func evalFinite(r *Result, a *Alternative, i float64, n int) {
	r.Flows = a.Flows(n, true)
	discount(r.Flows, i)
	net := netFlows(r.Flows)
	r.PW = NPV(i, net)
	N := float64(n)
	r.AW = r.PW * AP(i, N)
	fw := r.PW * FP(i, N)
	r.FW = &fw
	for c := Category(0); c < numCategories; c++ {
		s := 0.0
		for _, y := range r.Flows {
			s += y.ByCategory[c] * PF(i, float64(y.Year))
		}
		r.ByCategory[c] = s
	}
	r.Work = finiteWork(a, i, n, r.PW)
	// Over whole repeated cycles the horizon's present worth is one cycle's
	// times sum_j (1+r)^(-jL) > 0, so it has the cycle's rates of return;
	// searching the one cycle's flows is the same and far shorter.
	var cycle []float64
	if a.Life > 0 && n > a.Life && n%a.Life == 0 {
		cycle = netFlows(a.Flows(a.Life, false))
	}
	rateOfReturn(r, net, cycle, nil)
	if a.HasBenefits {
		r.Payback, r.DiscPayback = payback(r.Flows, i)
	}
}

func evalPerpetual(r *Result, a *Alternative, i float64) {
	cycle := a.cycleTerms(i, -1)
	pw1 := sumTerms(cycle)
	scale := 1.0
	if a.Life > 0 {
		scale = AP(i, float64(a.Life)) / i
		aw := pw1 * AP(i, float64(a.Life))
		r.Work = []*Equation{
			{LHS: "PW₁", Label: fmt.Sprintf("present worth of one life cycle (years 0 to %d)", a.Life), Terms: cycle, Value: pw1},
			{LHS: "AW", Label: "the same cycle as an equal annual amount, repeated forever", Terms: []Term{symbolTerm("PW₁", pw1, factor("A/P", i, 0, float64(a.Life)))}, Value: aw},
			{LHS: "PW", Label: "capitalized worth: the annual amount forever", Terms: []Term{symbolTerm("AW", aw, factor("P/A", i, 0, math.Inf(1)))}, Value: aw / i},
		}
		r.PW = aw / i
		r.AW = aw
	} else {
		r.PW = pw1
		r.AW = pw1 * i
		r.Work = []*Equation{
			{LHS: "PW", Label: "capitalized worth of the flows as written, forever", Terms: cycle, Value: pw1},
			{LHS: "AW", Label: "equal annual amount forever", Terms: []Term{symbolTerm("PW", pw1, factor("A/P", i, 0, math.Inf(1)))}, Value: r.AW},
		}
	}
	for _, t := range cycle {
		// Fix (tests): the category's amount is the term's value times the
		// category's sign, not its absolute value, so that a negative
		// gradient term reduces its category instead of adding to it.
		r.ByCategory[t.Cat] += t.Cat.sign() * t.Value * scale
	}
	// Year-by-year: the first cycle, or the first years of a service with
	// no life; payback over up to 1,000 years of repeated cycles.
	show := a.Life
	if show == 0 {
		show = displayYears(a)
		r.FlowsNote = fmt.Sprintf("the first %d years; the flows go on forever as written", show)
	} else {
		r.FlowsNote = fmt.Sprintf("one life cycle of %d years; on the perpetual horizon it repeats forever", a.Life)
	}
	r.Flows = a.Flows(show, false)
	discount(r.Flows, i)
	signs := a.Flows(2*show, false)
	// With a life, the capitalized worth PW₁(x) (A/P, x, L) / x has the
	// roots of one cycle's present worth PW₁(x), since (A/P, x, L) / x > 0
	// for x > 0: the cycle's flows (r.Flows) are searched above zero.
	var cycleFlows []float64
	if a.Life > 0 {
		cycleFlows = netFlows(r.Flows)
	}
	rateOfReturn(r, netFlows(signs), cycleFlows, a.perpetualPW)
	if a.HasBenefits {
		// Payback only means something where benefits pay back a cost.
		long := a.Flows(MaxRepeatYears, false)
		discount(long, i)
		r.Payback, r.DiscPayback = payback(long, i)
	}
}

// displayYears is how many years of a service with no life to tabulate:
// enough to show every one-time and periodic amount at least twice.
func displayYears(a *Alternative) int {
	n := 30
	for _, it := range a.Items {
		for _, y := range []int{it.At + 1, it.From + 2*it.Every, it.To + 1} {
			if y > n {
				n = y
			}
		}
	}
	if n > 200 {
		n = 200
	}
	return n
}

######

WORK TO BE COMPLETED -> Pull out the lines above in which the word "func" appears.

ANSWER TO THIS TASK ->
func evalFinite(r *Result, a *Alternative, i float64, n int) {
func evalPerpetual(r *Result, a *Alternative, i float64) {
func displayYears(a *Alternative) int {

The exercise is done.